As for the basis of the procedure for refugee status application in the Philippines, the Department of Foreign Affairs’ Human Rights and Humanitarian Affairs Division divulges that the Department of Justice’s (DOJ) Department Circular No. 058 Series of 2012 serves this purpose and outlines recognized refugee benefits.

What’s next?

Among the concerns a country may have while accepting refugees are threats to national security. With regard to this, Santarita puts forward that some refugees may not be bonafide asylum seekers, “These refugees may have some connections also with their counterparts or fellow Afghans who are in the Taliban.”

However, Chief State Counsel George Ortha II assures that reducing security threats is of utmost importance and is done through a referral process where refugee applicants are endorsed to the Bureau of Immigration, the National Bureau of Investigation, and the National Intelligence Coordinating Agency for vetting. 

Meanwhile, the UNHCR-recognized Emergency Transit Mechanism assists refugees seeking resettlement to a third-party nation with a granted status according to a memorandum of agreement with the Commission. 

Justice Secretary Menardo Guevarra also assures that once Afghan refugees apply for permanent status, DOJ will also look into their qualifications for international standards. 
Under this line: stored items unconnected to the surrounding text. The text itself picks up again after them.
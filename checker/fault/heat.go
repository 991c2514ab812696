package fault

import (
	"math"

	"boardproof/checker/units"
	"boardproof/checker/working"
)

var durationRange = limits[units.Second]("T_k", 1e-3, 60)

// DirectCurrentHeatFormula is m.
var DirectCurrentHeatFormula = working.Formula{
	ID: "fault.direct_current_heat", Symbol: "m", Name: "factor for the heat of the d.c. component",
	Equation: "[exp(4·{f}·{T_k}·ln({κ} − 1)) − 1]/[2·{f}·{T_k}·ln({κ} − 1)]", Source: iec60909("11, eq. (103)", recomputed),
	Range: []working.Interval{limits[units.Hertz]("f", 10, 400), durationRange, limits[units.Ratio]("κ", 1.02, 2)},
	Note:  "at κ = 2 its limit, 2, is used",
}

// DirectCurrentHeat returns m, the heat of the decaying d.c. component relative to that of
// the a.c. component.
//
//	m = [exp(4·f·T_k·ln(κ − 1)) − 1] / [2·f·T_k·ln(κ − 1)]
//
// Valid for 1.02 ≤ κ ≤ 2; at κ = 2 the limit 2 is returned. Source: IEC 60909-0 clause on
// Joule integral; confirmed by testdata/iec60909/peak-and-heat.yaml.
func DirectCurrentHeat(frequency units.Hertz, duration units.Second, peakFactor units.Ratio) (units.Ratio, error) {
	f := &DirectCurrentHeatFormula
	if err := f.CheckRange(float64(frequency), float64(duration), float64(peakFactor)); err != nil {
		return 0, err
	}
	exponent := 2 * float64(frequency) * float64(duration) * math.Log(float64(peakFactor)-1)
	if exponent == 0 {
		return 2, nil
	}
	return finite[units.Ratio](f, math.Expm1(2*exponent)/exponent)
}

// AlternatingCurrentHeatFormula is n of the heat.
var AlternatingCurrentHeatFormula = working.Formula{
	ID: "fault.alternating_current_heat", Symbol: "n", Name: "factor for the heat of the a.c. component",
	Equation: "n of the decay from {I\"_k} to {I_k} within {T_k}", Source: iec60909("11, eq. (104)", recomputed),
	Range: []working.Interval{currentOf("I\"_k"), currentOf("I_k"), durationRange},
	Note:  "1 far from generators, and below I\"_k/I_k = 1.25",
}

// Decay is a current that falls from its initial to its steady value.
type Decay struct {
	Initial, Steady units.Ampere
}

// AlternatingCurrentHeat returns n, the heat of the a.c. component relative to that of the
// initial current lasting all the time. Far from generators it is 1.
//
//	n = 1/q² · {1 + T_d/(20·T_k)·[1 − e^(−20·T_k/T_d)]·(q − q')² + T_d/(2·T_k)·[1 − e^(−2·T_k/T_d)]·(q' − 1)²
//	    + T_d/(5·T_k)·[1 − e^(−10·T_k/T_d)]·(q − q') + 2·T_d/T_k·[1 − e^(−T_k/T_d)]·(q' − 1)
//	    + T_d/(5.5·T_k)·[1 − e^(−11·T_k/T_d)]·(q − q')·(q' − 1)}
//	q = I"_k/I_k, q' = q/(0.88 + 0.17·q), T_d = 3.1 s/q'
//
// Valid for I"_k ≥ I_k; below q = 1.25 it is 1. Source: IEC 60909-0 clause on Joule
// integral; confirmed by testdata/iec60909/peak-and-heat.yaml (example of IEC TR 60865-2)
// and by the mean square of the decaying current.
func AlternatingCurrentHeat(d Decay, duration units.Second) (units.Ratio, error) {
	f := &AlternatingCurrentHeatFormula
	if err := f.CheckRange(float64(d.Initial), float64(d.Steady), float64(duration)); err != nil {
		return 0, err
	}
	q := float64(d.Initial) / float64(d.Steady)
	if q < 1-1e-9 {
		return 0, &working.RangeError{Symbol: "I\"_k/I_k", Found: units.Format(units.Ratio(q)), Limit: "I\"_k/I_k ≥ 1"}
	}
	if q < 1.25 {
		return 1, nil
	}
	q1 := q / (0.88 + 0.17*q)
	x := float64(duration) * q1 / 3.1                                      // T_k/T_d
	mean := func(a float64) float64 { return -math.Expm1(-a*x) / (a * x) } // of e^(−a·t/T_d) over T_k
	n := 1 + mean(20)*(q-q1)*(q-q1) + mean(2)*(q1-1)*(q1-1) + 2*mean(10)*(q-q1) + 2*mean(1)*(q1-1) + 2*mean(11)*(q-q1)*(q1-1)
	return finite[units.Ratio](f, n/(q*q))
}

// ThermalEquivalentFormula is I_th.
var ThermalEquivalentFormula = working.Formula{
	ID: "fault.thermal_equivalent_current", Symbol: "I_th", Name: "thermal equivalent short-circuit current",
	Equation: "{I\"_k}·√({m} + {n})", Source: iec60909("11, eq. (102)", recomputed),
	Range: []working.Interval{currentOf("I\"_k"), limits[units.Ratio]("m", 0, 2), limits[units.Ratio]("n", 0, 1)},
	Note:  "for the heating of conductors; a short-time withstand current is compared with I\"_k, because its test contains the asymmetry",
}

// HeatFactors are m and n.
type HeatFactors struct {
	DirectCurrent, AlternatingCurrent units.Ratio
}

// ThermalEquivalentCurrent returns the steady current with the heat of the real one.
//
//	I_th = I"_k·√(m + n)
//
// Source: IEC 60909-0; confirmed by testdata/iec60909/reference-cases.yaml (ith) and
// peak-and-heat.yaml.
func ThermalEquivalentCurrent(initial units.Ampere, h HeatFactors) (units.Ampere, error) {
	f := &ThermalEquivalentFormula
	if err := f.CheckRange(float64(initial), float64(h.DirectCurrent), float64(h.AlternatingCurrent)); err != nil {
		return 0, err
	}
	return finite[units.Ampere](f, float64(initial)*math.Sqrt(float64(h.DirectCurrent)+float64(h.AlternatingCurrent)))
}

// JouleIntegralFormula is I²t.
var JouleIntegralFormula = working.Formula{
	ID: "fault.joule_integral", Symbol: "I²t", Name: "Joule integral",
	Equation: "{I}²·{t}", Source: working.Source{Status: identity},
	Range: []working.Interval{currentOf("I"), limits[units.Second]("t", 0, 36000)},
}

// JouleIntegral returns the heat of a constant r.m.s. current per unit of resistance.
//
//	I²t = I²·t
//
// Source: definition; confirmed by 65 kA for 1 s giving 4.225·10⁹ A²s.
func JouleIntegral(current units.Ampere, duration units.Second) (units.AmpereSquaredSecond, error) {
	f := &JouleIntegralFormula
	if err := f.CheckRange(float64(current), float64(duration)); err != nil {
		return 0, err
	}
	return finite[units.AmpereSquaredSecond](f, float64(current)*float64(current)*float64(duration))
}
As of yet, the Philippines has yet to pass legislation to protect asylum seekers. Despite this, the 1951 Refugee Convention—a UN multilateral treaty—stipulates existing provisions that facilitate the application process of refugees including acquiring the necessary documents, as well as the juridical status and refugee rights. These provisions, Santarita points out, are self-executory in nature and do not need an implementation of legislation. 

Practical affordances, however, are of concern. Accommodation is a recurring problem for asylum seekers as there are no refugee camps. But DOJ assures that arrangements with the Department of Social Welfare and Development, UNHCR, and willing non-governmental organizations can be facilitated for refugees.  

With monetary support also in question, Ortha declares, “We have to calculate also how we will be able to afford to support these asylum seekers; not all of them are well off, not all of them can support themselves while they’re in the Philippines,” emphasizing the number of Afghans the country will take in. 

The different considerations encompassing accepting refugees go beyond its practicalities as it is a political issue, with Sunga positing that considerations regarding refugee rights and benefits may become a grave matter.

“In a time of economic woes, usually people tend to look at noncitizens, they look at migrants as the source of problems in the Philippines,” she reasons.

While the Philippines has welcomed a handful of Afghan refugees, most of them are here for temporary shelter and will be seeking resettlement in another country. As explained, Afghans who only seek a temporary stay do not need to apply for refugee status.